To do
Below are the entries. Transcribe exactly the lines from the one with "result and verdict." through the one with "used rows are", ends included, and leave out all others.

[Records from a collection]

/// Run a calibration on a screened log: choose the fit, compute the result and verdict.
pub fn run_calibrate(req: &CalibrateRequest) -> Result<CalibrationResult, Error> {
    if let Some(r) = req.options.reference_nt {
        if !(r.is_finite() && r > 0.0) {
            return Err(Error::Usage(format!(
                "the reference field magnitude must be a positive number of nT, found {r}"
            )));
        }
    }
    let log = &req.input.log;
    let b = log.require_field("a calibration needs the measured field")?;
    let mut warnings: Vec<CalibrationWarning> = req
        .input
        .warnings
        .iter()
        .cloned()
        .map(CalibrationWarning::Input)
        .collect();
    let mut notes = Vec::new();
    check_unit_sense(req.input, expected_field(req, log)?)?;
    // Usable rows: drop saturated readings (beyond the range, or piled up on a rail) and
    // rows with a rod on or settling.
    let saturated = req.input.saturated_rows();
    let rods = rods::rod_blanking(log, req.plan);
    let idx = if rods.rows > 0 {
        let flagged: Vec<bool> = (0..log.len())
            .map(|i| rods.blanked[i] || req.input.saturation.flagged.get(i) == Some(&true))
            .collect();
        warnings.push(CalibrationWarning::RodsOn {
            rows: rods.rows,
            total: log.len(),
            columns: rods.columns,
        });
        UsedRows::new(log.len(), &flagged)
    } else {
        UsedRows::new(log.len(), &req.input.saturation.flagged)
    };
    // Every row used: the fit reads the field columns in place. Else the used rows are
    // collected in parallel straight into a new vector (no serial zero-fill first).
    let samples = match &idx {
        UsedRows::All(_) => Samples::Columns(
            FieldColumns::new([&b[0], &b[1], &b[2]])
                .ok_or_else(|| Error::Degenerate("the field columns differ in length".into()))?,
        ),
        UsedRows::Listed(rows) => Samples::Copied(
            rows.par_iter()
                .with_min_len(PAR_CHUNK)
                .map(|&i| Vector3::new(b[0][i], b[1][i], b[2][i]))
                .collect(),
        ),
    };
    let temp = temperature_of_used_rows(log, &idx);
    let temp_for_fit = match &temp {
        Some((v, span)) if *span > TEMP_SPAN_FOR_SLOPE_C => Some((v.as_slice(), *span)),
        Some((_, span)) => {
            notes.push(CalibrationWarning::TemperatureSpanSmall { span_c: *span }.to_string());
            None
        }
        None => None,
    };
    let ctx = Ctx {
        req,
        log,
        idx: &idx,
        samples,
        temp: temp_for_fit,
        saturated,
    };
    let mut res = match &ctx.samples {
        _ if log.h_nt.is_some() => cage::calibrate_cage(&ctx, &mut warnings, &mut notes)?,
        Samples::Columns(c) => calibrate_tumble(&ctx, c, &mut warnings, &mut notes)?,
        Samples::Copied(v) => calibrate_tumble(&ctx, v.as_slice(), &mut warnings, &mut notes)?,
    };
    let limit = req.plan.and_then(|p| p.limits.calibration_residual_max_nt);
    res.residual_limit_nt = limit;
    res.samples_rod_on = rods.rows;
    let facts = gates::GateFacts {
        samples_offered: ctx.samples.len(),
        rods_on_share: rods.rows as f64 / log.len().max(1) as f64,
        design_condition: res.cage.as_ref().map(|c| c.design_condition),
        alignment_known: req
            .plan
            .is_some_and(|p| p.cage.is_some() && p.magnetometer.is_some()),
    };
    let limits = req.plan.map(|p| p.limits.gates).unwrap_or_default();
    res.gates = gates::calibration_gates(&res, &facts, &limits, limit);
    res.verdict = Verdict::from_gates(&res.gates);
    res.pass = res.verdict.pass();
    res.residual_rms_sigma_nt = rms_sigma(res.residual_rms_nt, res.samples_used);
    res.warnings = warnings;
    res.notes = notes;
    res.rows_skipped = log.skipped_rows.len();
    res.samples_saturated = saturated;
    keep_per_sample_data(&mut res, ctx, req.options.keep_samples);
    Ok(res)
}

...

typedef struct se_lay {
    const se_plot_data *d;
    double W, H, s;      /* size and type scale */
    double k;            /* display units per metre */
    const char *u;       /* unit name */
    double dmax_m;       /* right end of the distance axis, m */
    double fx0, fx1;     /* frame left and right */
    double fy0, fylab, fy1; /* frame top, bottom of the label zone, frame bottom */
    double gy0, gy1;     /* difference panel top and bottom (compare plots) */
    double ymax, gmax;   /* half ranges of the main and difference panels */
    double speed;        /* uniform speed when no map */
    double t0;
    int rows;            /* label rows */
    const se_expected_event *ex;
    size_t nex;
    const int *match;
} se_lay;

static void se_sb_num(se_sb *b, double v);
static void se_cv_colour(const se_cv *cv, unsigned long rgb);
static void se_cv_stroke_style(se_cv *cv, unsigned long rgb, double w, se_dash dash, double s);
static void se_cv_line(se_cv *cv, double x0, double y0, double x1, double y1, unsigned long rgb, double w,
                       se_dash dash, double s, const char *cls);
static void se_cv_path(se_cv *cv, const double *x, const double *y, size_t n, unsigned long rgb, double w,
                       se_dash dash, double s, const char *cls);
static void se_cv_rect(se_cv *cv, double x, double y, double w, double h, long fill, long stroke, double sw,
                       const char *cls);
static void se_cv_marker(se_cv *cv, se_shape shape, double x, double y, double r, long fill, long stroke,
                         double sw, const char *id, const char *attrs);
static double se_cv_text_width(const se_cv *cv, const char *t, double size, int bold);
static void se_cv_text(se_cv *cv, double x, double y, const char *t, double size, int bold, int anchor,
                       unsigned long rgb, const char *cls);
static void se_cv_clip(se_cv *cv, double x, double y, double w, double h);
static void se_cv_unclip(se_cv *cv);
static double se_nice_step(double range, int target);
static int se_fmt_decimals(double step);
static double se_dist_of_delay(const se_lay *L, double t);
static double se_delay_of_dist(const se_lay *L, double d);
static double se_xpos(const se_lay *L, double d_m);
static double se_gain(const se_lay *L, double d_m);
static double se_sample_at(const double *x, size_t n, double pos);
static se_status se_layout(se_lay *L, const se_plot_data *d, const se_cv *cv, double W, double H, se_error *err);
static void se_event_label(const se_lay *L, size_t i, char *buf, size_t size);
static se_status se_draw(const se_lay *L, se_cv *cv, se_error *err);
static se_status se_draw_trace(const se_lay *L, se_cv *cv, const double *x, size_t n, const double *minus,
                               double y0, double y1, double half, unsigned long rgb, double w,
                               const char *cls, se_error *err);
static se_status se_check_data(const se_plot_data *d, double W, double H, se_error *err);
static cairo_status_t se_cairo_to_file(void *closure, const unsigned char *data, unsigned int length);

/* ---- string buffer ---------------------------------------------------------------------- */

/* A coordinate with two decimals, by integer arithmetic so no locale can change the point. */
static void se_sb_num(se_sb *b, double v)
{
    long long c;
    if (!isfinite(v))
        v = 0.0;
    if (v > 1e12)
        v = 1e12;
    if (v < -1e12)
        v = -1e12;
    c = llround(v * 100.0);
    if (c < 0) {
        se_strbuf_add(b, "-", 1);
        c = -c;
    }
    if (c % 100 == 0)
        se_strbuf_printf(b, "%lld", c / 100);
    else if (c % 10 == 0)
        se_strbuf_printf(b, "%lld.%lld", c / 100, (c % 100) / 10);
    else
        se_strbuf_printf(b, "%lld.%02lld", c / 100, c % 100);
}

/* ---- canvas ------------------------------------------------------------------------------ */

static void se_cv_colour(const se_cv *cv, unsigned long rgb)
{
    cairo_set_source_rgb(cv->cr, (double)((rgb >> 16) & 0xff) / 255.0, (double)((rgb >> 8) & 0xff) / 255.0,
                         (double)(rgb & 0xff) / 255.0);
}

...

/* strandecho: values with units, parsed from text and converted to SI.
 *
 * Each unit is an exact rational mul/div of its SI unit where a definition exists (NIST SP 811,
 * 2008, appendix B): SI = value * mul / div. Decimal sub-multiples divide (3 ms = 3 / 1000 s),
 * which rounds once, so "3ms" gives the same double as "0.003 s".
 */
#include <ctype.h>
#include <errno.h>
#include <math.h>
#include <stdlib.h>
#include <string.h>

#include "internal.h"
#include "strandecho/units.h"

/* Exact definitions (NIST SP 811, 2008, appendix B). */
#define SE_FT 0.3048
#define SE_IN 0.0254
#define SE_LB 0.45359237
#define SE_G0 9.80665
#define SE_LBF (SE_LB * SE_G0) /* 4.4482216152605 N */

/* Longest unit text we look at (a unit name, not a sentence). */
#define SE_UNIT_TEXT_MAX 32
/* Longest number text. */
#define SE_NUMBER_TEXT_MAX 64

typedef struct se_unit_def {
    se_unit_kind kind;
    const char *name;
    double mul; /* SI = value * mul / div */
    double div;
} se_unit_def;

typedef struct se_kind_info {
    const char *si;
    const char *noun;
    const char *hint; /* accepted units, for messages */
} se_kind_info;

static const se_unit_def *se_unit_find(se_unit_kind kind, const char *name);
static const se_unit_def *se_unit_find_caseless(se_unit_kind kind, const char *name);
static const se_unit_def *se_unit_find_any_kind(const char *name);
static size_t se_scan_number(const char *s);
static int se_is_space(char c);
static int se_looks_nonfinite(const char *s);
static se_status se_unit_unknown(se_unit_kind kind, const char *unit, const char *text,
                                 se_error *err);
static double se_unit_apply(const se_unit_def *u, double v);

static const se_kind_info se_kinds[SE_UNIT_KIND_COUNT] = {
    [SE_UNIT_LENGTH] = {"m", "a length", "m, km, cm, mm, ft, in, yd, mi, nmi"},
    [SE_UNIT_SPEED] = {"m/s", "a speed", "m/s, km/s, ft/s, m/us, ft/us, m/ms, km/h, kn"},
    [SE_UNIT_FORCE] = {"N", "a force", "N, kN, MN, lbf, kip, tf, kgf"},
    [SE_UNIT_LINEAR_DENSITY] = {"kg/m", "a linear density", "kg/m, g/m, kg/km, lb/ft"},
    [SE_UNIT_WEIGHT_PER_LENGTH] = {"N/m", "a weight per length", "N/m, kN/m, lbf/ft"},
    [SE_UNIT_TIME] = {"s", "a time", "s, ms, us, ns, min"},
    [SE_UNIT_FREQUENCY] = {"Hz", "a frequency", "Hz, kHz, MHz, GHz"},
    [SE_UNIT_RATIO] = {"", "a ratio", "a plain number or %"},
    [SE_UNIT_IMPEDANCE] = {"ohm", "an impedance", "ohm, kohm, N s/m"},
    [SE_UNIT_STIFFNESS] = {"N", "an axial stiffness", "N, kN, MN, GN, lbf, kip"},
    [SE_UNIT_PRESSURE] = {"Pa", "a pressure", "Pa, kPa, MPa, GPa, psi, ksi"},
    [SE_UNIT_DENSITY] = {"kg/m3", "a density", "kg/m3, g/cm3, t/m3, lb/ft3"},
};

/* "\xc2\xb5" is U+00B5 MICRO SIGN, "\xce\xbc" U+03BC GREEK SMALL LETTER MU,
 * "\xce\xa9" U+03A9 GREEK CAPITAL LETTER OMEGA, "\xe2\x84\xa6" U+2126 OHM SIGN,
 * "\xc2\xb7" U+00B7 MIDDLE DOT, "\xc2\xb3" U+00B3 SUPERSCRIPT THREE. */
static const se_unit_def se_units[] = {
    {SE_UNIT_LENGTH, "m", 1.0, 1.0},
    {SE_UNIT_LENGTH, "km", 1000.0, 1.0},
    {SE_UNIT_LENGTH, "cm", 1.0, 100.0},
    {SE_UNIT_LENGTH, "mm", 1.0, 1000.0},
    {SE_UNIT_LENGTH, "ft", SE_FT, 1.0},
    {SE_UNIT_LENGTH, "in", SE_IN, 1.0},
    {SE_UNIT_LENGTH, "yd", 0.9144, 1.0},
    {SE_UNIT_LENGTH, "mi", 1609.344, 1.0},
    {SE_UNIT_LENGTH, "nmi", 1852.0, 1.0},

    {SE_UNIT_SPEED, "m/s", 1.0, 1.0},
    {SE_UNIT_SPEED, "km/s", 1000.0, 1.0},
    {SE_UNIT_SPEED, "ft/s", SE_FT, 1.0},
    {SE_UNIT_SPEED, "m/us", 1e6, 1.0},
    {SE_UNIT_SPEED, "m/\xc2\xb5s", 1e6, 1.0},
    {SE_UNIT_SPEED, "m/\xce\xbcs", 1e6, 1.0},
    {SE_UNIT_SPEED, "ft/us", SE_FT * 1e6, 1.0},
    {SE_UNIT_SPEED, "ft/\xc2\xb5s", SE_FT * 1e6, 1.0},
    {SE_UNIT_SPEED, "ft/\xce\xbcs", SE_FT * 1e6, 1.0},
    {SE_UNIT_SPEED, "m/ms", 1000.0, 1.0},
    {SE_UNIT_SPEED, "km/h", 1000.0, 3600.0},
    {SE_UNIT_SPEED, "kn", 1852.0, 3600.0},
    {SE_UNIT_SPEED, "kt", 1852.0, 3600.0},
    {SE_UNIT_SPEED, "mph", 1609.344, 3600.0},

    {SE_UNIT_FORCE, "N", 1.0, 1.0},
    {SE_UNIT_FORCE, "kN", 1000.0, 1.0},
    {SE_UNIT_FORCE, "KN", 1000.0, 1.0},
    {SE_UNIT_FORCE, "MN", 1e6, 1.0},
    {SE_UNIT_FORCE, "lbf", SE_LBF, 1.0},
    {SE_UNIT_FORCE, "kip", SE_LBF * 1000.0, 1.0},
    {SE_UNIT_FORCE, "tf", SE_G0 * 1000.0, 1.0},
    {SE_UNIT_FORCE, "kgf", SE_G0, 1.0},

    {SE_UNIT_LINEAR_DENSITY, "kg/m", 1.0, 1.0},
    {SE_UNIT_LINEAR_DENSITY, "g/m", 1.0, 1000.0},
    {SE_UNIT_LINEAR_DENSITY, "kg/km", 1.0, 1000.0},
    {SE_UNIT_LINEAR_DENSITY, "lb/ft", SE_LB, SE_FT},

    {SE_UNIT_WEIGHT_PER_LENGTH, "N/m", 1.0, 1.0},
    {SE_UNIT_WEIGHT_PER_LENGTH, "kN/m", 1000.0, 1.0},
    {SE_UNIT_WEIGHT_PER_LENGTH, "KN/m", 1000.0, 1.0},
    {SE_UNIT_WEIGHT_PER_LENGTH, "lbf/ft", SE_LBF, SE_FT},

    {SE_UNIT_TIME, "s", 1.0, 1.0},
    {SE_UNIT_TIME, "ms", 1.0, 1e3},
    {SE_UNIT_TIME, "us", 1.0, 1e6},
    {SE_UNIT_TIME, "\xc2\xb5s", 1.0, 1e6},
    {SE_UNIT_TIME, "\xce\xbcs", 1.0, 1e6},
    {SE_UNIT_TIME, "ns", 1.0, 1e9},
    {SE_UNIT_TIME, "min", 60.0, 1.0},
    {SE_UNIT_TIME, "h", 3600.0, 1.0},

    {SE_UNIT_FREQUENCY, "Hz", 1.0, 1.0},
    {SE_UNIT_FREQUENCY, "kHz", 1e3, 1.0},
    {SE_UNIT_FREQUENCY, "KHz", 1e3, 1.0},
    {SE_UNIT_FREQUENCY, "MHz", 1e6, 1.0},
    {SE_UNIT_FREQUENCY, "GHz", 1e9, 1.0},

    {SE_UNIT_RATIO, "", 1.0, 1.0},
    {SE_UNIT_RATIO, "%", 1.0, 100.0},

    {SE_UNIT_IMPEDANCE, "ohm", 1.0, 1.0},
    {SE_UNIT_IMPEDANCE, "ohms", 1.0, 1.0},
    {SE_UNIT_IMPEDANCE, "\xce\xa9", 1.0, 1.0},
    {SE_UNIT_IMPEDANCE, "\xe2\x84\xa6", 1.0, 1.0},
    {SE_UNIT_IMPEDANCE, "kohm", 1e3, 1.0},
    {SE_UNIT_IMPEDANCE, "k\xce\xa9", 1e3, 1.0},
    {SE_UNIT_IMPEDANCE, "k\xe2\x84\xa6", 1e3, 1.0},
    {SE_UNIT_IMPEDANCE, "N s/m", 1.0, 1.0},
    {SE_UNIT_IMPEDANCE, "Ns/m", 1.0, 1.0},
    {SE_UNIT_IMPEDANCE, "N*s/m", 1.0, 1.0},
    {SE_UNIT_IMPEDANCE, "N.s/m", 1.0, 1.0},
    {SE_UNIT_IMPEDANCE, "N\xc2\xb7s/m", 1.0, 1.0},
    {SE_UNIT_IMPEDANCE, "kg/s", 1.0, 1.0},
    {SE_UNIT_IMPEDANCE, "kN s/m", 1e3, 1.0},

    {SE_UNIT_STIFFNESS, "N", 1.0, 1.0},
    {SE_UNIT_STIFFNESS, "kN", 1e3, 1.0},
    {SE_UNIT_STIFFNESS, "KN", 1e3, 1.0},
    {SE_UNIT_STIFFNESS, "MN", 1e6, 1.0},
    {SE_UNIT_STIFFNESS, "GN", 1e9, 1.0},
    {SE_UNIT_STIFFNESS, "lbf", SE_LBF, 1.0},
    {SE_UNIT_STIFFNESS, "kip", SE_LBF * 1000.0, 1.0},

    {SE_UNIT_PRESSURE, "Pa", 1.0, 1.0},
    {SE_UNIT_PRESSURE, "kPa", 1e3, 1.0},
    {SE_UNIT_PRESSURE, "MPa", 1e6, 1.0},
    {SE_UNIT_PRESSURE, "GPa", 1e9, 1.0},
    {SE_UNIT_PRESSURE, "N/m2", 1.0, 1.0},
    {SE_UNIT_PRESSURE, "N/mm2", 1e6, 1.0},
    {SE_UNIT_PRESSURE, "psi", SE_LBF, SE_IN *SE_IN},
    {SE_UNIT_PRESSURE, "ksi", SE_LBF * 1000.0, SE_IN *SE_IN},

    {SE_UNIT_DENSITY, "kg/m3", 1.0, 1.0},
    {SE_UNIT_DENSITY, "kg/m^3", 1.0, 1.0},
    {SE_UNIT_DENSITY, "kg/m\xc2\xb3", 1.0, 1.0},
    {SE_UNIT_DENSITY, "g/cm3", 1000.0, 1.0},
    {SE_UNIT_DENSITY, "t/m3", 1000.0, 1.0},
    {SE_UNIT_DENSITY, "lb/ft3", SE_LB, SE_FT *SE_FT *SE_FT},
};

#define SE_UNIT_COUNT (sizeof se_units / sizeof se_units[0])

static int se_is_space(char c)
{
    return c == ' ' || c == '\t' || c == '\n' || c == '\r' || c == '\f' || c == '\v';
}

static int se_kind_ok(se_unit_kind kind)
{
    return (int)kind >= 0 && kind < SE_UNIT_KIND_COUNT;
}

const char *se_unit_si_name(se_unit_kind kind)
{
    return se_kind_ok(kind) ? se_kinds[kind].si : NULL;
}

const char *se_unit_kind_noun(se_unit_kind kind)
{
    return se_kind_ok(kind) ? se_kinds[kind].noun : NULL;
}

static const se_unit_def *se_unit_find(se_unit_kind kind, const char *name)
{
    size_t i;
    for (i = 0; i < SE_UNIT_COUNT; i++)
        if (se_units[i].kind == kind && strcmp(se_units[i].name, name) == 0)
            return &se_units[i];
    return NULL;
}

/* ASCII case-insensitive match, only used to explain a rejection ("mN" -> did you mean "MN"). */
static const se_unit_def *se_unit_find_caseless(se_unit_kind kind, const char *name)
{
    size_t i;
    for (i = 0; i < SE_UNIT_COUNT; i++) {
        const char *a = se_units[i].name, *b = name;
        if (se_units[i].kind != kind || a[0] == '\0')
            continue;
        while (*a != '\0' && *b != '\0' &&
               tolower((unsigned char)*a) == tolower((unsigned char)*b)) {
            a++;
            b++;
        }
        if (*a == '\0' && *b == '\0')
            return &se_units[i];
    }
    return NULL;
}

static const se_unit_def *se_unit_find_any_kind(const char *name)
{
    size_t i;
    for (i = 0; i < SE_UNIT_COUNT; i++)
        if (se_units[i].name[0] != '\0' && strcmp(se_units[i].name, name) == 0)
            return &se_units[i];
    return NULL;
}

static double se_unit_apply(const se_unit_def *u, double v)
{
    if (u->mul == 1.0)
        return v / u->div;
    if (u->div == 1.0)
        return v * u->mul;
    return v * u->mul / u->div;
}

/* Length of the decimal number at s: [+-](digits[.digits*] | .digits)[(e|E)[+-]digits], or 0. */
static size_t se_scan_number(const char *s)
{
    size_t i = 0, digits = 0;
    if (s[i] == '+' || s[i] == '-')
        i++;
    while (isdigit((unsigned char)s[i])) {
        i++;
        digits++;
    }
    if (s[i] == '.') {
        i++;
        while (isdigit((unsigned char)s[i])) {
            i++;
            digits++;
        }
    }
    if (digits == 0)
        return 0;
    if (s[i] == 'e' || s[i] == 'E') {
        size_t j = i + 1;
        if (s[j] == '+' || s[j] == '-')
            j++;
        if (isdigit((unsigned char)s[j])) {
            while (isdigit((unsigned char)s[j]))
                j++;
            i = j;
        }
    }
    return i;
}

Solution to the problem
/// Run a calibration on a screened log: choose the fit, compute the result and verdict.
pub fn run_calibrate(req: &CalibrateRequest) -> Result<CalibrationResult, Error> {
    if let Some(r) = req.options.reference_nt {
        if !(r.is_finite() && r > 0.0) {
            return Err(Error::Usage(format!(
                "the reference field magnitude must be a positive number of nT, found {r}"
            )));
        }
    }
    let log = &req.input.log;
    let b = log.require_field("a calibration needs the measured field")?;
    let mut warnings: Vec<CalibrationWarning> = req
        .input
        .warnings
        .iter()
        .cloned()
        .map(CalibrationWarning::Input)
        .collect();
    let mut notes = Vec::new();
    check_unit_sense(req.input, expected_field(req, log)?)?;
    // Usable rows: drop saturated readings (beyond the range, or piled up on a rail) and
    // rows with a rod on or settling.
    let saturated = req.input.saturated_rows();
    let rods = rods::rod_blanking(log, req.plan);
    let idx = if rods.rows > 0 {
        let flagged: Vec<bool> = (0..log.len())
            .map(|i| rods.blanked[i] || req.input.saturation.flagged.get(i) == Some(&true))
            .collect();
        warnings.push(CalibrationWarning::RodsOn {
            rows: rods.rows,
            total: log.len(),
            columns: rods.columns,
        });
        UsedRows::new(log.len(), &flagged)
    } else {
        UsedRows::new(log.len(), &req.input.saturation.flagged)
    };
    // Every row used: the fit reads the field columns in place. Else the used rows are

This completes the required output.